DATA PROVIDED
// TestLocateEdgeCases checks hand-derived answers on the testdata schemes:
// values on an edge go to the bin above, the last edge to the overflow,
// ±Inf to the flow bins when on, NaN outside, in-range bins of a later
// region before flow bins of an earlier one.
func TestLocateEdgeCases(t *testing.T) {
	s2 := readTestdata(t, "scheme2d.yaml")
	s3 := readTestdata(t, "scheme3d.yaml")
	nan := math.NaN()
	cases := []struct {
		s    *Scheme
		x    []float64
		want string // label, or "" for Outside
	}{
		{s2, []float64{0, 20}, "central y[0,0.5) pt[20,30)"},
		{s2, []float64{0.5, 30}, "central y[0.5,1) pt[30,50)"},       // on edges: the bin above
		{s2, []float64{0.25, 110}, "central y[0,0.5) pt[110,inf)"},   // last edge of a slice: overflow
		{s2, []float64{0.25, 109.99}, "central y[0,0.5) pt[70,110)"}, // just below it
		{s2, []float64{0.25, inf}, "central y[0,0.5) pt[110,inf)"},
		{s2, []float64{0.25, -inf}, "central y[0,0.5) pt(-inf,20)"},
		{s2, []float64{1.2, 19.999}, "central y[1,1.5) pt(-inf,20)"},
		{s2, []float64{1.2, 35}, "central y[1,1.5) pt[20,40)"},
		{s2, []float64{1.5, 35}, "forward y[1.5,2) pt[20,40)"}, // central overflow covers it, in-range wins
		{s2, []float64{2.5, 35}, "central y[1.5,inf) pt(any)"}, // last edge of forward (no flows there)
		{s2, []float64{1.7, 1000}, "central y[1.5,inf) pt(any)"},
		{s2, []float64{inf, -inf}, "central y[1.5,inf) pt(any)"},
		{s2, []float64{-0.1, 30}, ""}, // y underflow is off
		{s2, []float64{-inf, 30}, ""}, // likewise
		{s2, []float64{nan, 30}, ""},  // NaN
		{s2, []float64{0.2, nan}, ""}, // NaN
		{s3, []float64{0.5, 5, 85}, "signal y[0,1) pt[0,10) mass[80,90)"},
		{s3, []float64{1, 20, 100}, "signal y[1,2) pt[20,50) mass[100,inf)"},
		{s3, []float64{0.5, 5, 70}, "sideband mass[60,80) y[0,2)"}, // signal's mass underflow covers it
		{s3, []float64{0.5, 5, 30}, "signal y[0,1) pt[0,10) mass(-inf,80)"},
		{s3, []float64{0.5, 50, 95}, "signal y[0,1) pt[50,inf) mass[90,100)"},
		{s3, []float64{2, 1e9, 95}, "signal y[2,inf) pt(any) mass[90,100)"},
		{s3, []float64{4, 0, 50}, "signal y[2,inf) pt(any) mass(-inf,80)"}, // before the sideband's y overflow
		{s3, []float64{-1, 0, 50}, "sideband mass[40,60) y(-inf,0)"},
		{s3, []float64{-1, 0, 30}, ""},
		{s3, []float64{0.5, -1, 85}, ""}, // pt underflow is off
	}
	for _, c := range cases {
		g := c.s.Locate(c.x)
		got := ""
		if g != Outside {
			got = c.s.Label(g)
		}
		if got != c.want {
			t.Errorf("Locate(%v) = %d %q, want %q", c.x, g, got, c.want)
		}
	}
}

// representative returns points inside bin b: its centre, its lower edges,
// and for flow bins far and infinite values on the open sides.
func representative(s *Scheme, b refBin) [][]float64 {
	reg := s.regions[b.region]
	var opts [][]float64
	for k := range reg.axes {
		lo, hi := b.low[k], b.hig[k]
		var o []float64
		switch {
		case math.IsInf(lo, -1) && math.IsInf(hi, 1):
			o = []float64{0, 1.75, -1e9, 1e9, -inf, inf}
		case math.IsInf(lo, -1):
			o = []float64{hi - 1, -inf, math.Nextafter(hi, -inf)}
		case math.IsInf(hi, 1):
			o = []float64{lo, lo + 1, inf}
		default:
			o = []float64{0.5 * (lo + hi), lo, math.Nextafter(hi, -inf)}
		}
		opts = append(opts, o)
	}
	// All combinations, other coordinates of the scheme at 0.
	var out [][]float64
	var rec func(k int, x []float64)
	rec = func(k int, x []float64) {
		if k == len(reg.axes) {
			out = append(out, slices.Clone(x))
			return
		}
		j := s.AxisIndex(reg.axes[k].name)
		for _, v := range opts[k] {
			x[j] = v
			rec(k+1, x)
		}
	}
	rec(0, make([]float64, len(s.names)))
	return out
}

REQUIRED ACTION
Using the listing, copy every line where the word "above" shows up.

SOLUTION FOR THIS PROBLEM
// values on an edge go to the bin above, the last edge to the overflow,
		{s2, []float64{0.5, 30}, "central y[0.5,1) pt[30,50)"},       // on edges: the bin above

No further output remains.